Responsible Budgeting and Spending Comparisons in Louisiana
The Pelican Institute has highlighted the need for better state budgeting and tax reform. This includes the Responsible Louisiana Budget (RLB), which was released earlier this year. The RLB shows that Louisiana’s budget has been growing at unsustainable levels, and that an improved growth factor for the expenditure limit and initial appropriations is needed.
Recently, Americans for Tax Reform released a similar comparison for all 50 states, including Louisiana, in its Sustainable Budget Project. This report shows that, on the surface, Louisiana’s spending has not been as unsustainable as the RLB shows.
Why is there a different outcome in the two reports?
- The RLB is using initial appropriations, otherwise known as the state’s operating budget at the beginning of the fiscal year; whereas ATR is using actual spending, which is a backward-looking measure. The differences between amounts budgeted and what is actually spent can vary greatly.
- The RLB is based only on state funds—state general fund, fees and self-generated revenues, and statutory dedications; whereas ATR’s study uses total funds, including federal dollars.
Outcomes of Each Report
The Responsible Budget model is currently being used successfully in other states to rein in spending. This is what Louisiana’s budget would have looked like had the RLB been employed over the last ten years.
- State funds appropriations were 0.9% higher than it would have been if the state had used the RLB over the last decade.
- State funds appropriations were $18.7 billion in 2022, which is 11.8%, or $2 billion, higher than what a Responsible Budget would have been.
- This means that the average household is paying about $2,700 more in taxes this year.
Here are the findings from ATR’s Sustainable Budget study over the last decade:
- Over the last ten years, spending of state funds and total funds has exceeded the population plus inflation growth factor. State funds spending was lower in the first five years of the decade, increasing by an average of 1.2% per year while population growth plus inflation increased by 2.0% per year. However, state funds spending greatly increased in the last half of the decade by an average of 4.9% per year, where the growth factor was only 1.5%.

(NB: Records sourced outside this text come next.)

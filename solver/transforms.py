"""The Fourier transforms of a propagation, behind one small interface.

FFTW's fast plans come from timing candidates, and two plans may differ in the last bit. A
study must give the same bits on every worker, so a plan is made once on a machine and kept in
the user's cache folder as FFTW "wisdom"; whoever comes second uses the first one's plan.
"""

import os
import pickle
import tempfile
from collections.abc import Iterator
from functools import lru_cache
from pathlib import Path
from typing import Any

import llvmlite.binding as llvm
import numpy as np
import pyfftw
from scipy import fft

from solver.experiment import Precision
from solver.grid import Field

COMPLEX: dict[Precision, type[np.complexfloating[Any, Any]]] = {
    "single": np.complex64,
    "double": np.complex128,
}
BATCH_SAMPLES = 2**14
"""Samples of each component in one batch, so that field and operator stay in a core's cache."""
MOST_TOGETHER = 8
"""Realizations in one batch at most."""


def batch_size(samples: int) -> int:
    """Realizations that are transformed together."""
    return min(MOST_TOGETHER, max(1, BATCH_SAMPLES // samples))


def batches(rows: range, samples: int) -> Iterator[range]:
    """Parts of the rows to transform together, their sizes powers of two so that plans are few."""
    start = rows.start
    while start < rows.stop:
        size = min(batch_size(samples), 1 << (rows.stop - start).bit_length() - 1)
        yield range(start, start + size)
        start += size


def _cache_folder() -> Path:
    base = os.environ.get("XDG_CACHE_HOME") or Path.home() / ".cache"
    return Path(base) / "crossdip" / "wisdom"


class Transforms:
    """In-place transforms of ``buffer``, complex, shape (realizations, 2, samples).

    Neither direction is scaled: forward then inverse multiplies by ``samples``.
    """

    def __init__(self, realizations: int, samples: int, precision: Precision) -> None:
        shape = (realizations, 2, samples)
        self.buffer = pyfftw.zeros_aligned(shape, dtype=COMPLEX[precision])
        wisdom = _cache_folder() / (
            f"{llvm.get_host_cpu_name()}-{pyfftw.__version__}-{precision}-{realizations}x{samples}"
        )
        if not self._adopt(wisdom):
            pyfftw.forget_wisdom()
            self._plan("FFTW_MEASURE")
            if not _publish(wisdom) and not self._adopt(wisdom):
                self._plan("FFTW_ESTIMATE")  # not timed, and so the same everywhere

    def _adopt(self, wisdom: Path) -> bool:
        """Plan as another process did; False when nobody has."""
        try:
            plans = pickle.loads(wisdom.read_bytes())
        except (OSError, pickle.UnpicklingError, EOFError):
            return False
        pyfftw.forget_wisdom()
        pyfftw.import_wisdom(plans)
        self._plan("FFTW_MEASURE")
        return True

    def _plan(self, effort: str) -> None:
        self._forward, self._inverse = (
            pyfftw.FFTW(self.buffer, self.buffer, axes=(2,), direction=direction, flags=(effort,))
            for direction in ("FFTW_FORWARD", "FFTW_BACKWARD")
        )

    def forward(self) -> None:
        """Time to frequency, e^{−iωt}."""
        self._forward.execute()

    def inverse(self) -> None:
        """Frequency to time, times ``samples``."""
        self._inverse.execute()


def _publish(wisdom: Path) -> bool:
    """Keep this process's plan for all; False when another was first or the disk refuses."""
    try:
        wisdom.parent.mkdir(parents=True, exist_ok=True)
        with tempfile.NamedTemporaryFile(dir=wisdom.parent) as draft:
            draft.write(pickle.dumps(pyfftw.export_wisdom()))
            draft.flush()
            os.link(draft.name, wisdom)
    except OSError:
        return False
    return True


@lru_cache(maxsize=16)
def transforms(realizations: int, samples: int, precision: Precision) -> Transforms:
    """The planned transforms of a shape, one set per process: not to be held across calls."""
    return Transforms(realizations, samples, precision)


def resampled(field: Field, samples: int) -> Field:
    """The same band-limited light on another number of samples of its window.

    field: complex, shape (..., samples now), both numbers even; bins beyond the smaller band are
    filled with zeros or left out. Returns the given array where the numbers are equal.
    """
    have = field.shape[-1]
    if have == samples:
        return field
    spectrum = fft.fft(field, norm="forward")
    half = min(have, samples) // 2
    made = np.zeros((*field.shape[:-1], samples), dtype=field.dtype)
    made[..., :half], made[..., -half:] = spectrum[..., :half], spectrum[..., -half:]
    return np.asarray(fft.ifft(made, norm="forward"))
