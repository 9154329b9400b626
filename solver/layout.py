"""Axes of the estimators, and where each quantity stands in a realization's feature vectors."""

from collections.abc import Mapping
from dataclasses import dataclass
from functools import cached_property

import numpy as np

from solver.experiment import Ensemble, Receiver
from solver.grid import Grid, Real

CONTRAST_BINS = 50
DURATION_BINS = 50
SPHERE_BINS = (24, 48)
"""Bins of S3/S0 and of the azimuth: all of one area, 4π/1152 sr."""
INTENSITY_BINS = 60
LARGEST_INTENSITY = 8.0
"""Top of the histograms of intensity, in units of the mean; what is brighter is left out."""
QUADRATURE_BINS = 60
LARGEST_QUADRATURE = 4.0
"""Ends of the histogram of field quadratures, in standard deviations."""
MOST_LAGS = 400
MOST_FREQUENCIES = 1024

IDEAL = Receiver()
"""A receiver without any imperfection."""


def _placed(lengths: Mapping[str, int]) -> dict[str, slice]:
    places, start = {}, 0
    for name, length in lengths.items():
        places[name] = slice(start, start + length)
        start += length
    return places


@dataclass(frozen=True)
class Layout:
    """Axes of the estimators of an experiment, and where each stands in the feature vectors.

    The axes belong to the grid that was asked for; a point computed on a finer time step of
    the same window reports on the same axes. detected: the digitizer's samples.
    """

    grid: Grid
    detected: Grid
    distances: int
    lag_stride: int
    lags: int
    frequency_bins: int
    wall_smoothing_ps: float
    longest_duration_ps: float
    analyser_ghz: float | None = None

    @classmethod
    def of(cls, ensemble: Ensemble, receiver: Receiver = IDEAL) -> "Layout":
        """The layout that an ensemble's grid and lag range and a receiver ask for."""
        grid = Grid(ensemble.samples, ensemble.time_step_ps)
        step = receiver.decimation(grid.time_step_ps)
        detected = Grid(ensemble.samples // step, ensemble.time_step_ps * step)
        steps = max(1, round(ensemble.max_lag_ps / detected.time_step_ps))
        stride = -(-steps // MOST_LAGS)
        return cls(
            grid=grid,
            detected=detected,
            distances=ensemble.distances + 1,
            lag_stride=stride,
            lags=steps // stride,
            frequency_bins=min(MOST_FREQUENCIES, ensemble.samples),
            wall_smoothing_ps=ensemble.wall_smoothing_ps,
            longest_duration_ps=ensemble.max_lag_ps,
            analyser_ghz=receiver.analyser_ghz,
        )

    @property
    def lag_ps(self) -> Real:
        """Signed lags, ps; shape (2·lags + 1,)."""
        return np.arange(-self.lags, self.lags + 1) * self.lag_stride * self.detected.time_step_ps

    @property
    def offset_ghz(self) -> Real:
        """Centres of the frequency bins, optical offset from the carrier, GHz."""
        return np.asarray(self.grid.offset_ghz.reshape(self.frequency_bins, -1).mean(axis=1))

    @property
    def contrast(self) -> Real:
        """Centres of the contrast bins."""
        return (np.arange(CONTRAST_BINS) + 0.5) * 2.0 / CONTRAST_BINS - 1.0

    @property
    def duration_ps(self) -> Real:
        """Centres of the duration bins, ps."""
        return (np.arange(DURATION_BINS) + 0.5) * self.longest_duration_ps / DURATION_BINS

    @property
    def sphere_s3(self) -> Real:
        """Centres of the sphere's bins in S3/S0."""
        return (np.arange(SPHERE_BINS[0]) + 0.5) * 2.0 / SPHERE_BINS[0] - 1.0

    @property
    def sphere_azimuth_deg(self) -> Real:
        """Centres of the sphere's bins in azimuth, the angle of (S1, S2)."""
        return (np.arange(SPHERE_BINS[1]) + 0.5) * 360.0 / SPHERE_BINS[1] - 180.0

    @property
    def relative_intensity(self) -> Real:
        """Centres of the bins of intensity over its mean."""
        return (np.arange(INTENSITY_BINS) + 0.5) * LARGEST_INTENSITY / INTENSITY_BINS

    @property
    def quadrature(self) -> Real:
        """Centres of the bins of field quadratures over their standard deviation."""
        return ((np.arange(QUADRATURE_BINS) + 0.5) * 2.0 / QUADRATURE_BINS - 1.0) * (
            LARGEST_QUADRATURE
        )

    @cached_property
    def in_blocks(self) -> dict[str, slice]:
        """Where each quantity stands in a realization's vector in ``Blocks``.

        moments: of I1, I2, I1², I2², I1·I2 at each distance; correlations: auto 1 and 2 at lags
        ≥ 0, cross at signed lags; walls, wall_widths (sum, ps) and durations (counts) at the end;
        walls_along: at each distance; contrast: its mean, then its autocorrelation at lags ≥ 0;
        stokes: means of S0 to S3, launched and received; local_polarization: mean degree over the
        wall smoothing, received; lines: for each spectrum Σp, Σfp, Σf²p
        and Σp_k p_{k+1} over its lines.
        """
        return _placed(
            {
                "moments": 5 * self.distances,
                "correlations": 4 * self.lags + 3,
                "walls": 1,
                "wall_widths": 1,
                "durations": DURATION_BINS,
                "walls_along": self.distances,
                "contrast": self.lags + 2,
                "stokes": 8,
                "local_polarization": 1,
                "lines": 16,
            }
        )

    @cached_property
    def in_means(self) -> dict[str, slice]:
        """Where each quantity stands in a realization's vector in ``Means``."""
        return _placed(
            {
                "powers": 4,
                "contrast": CONTRAST_BINS,
                "spectra": 4 * self.frequency_bins,
                "stokes": SPHERE_BINS[0] * SPHERE_BINS[1],
                "intensities": 3 * INTENSITY_BINS,
                "quadratures": QUADRATURE_BINS,
            }
        )

    @property
    def block_features(self) -> int:
        """Length of a realization's vector in ``Blocks``."""
        return int(self.in_blocks["lines"].stop)

    @property
    def mean_features(self) -> int:
        """Length of a realization's vector in ``Means``."""
        return int(self.in_means["quadratures"].stop)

- Total spending in FY 22 was 34.4%, or $11.2 billion, higher than the improved expenditure limit. This means that a family of four is paying $8,800 more in taxes to pay for the excess spending, which is not sustainable spending. Is One Report Better Than the Other?
No. Both reports are accurate and serve different purposes.
The RLB uses initial appropriations which helps lawmakers easily compare appropriation amounts from year to year as they are drafting the budget during session.
Because it covers spending instead of appropriations, the ATR study is a backwards-looking metric that can be used for making longer-term spending decisions, but it will be limited in its use during a legislative session.
Both reports compare the current expenditure limit with a proposed improved expenditure limit. The current limit is the three-year average of personal income growth, which is an extremely volatile measure. The proposed improved limit is the three-year average of population growth plus inflation. The RLB and ATR reports can work together, providing limits on the front and back end to ensure that spending remains responsible throughout the year.
Both reports show recent elevated appropriations and spending. There is clearly room for budgeting restraint in Louisiana. These measures have benefits to lawmakers and the public so that they can have the tools necessary to restrain government spending and provide a responsible budget. Doing so will have many payoffs over time, including making the comeback in the Pelican State happen more quickly by eliminating personal income taxes, providing a more dynamic economy, and improving opportunities for people to flourish.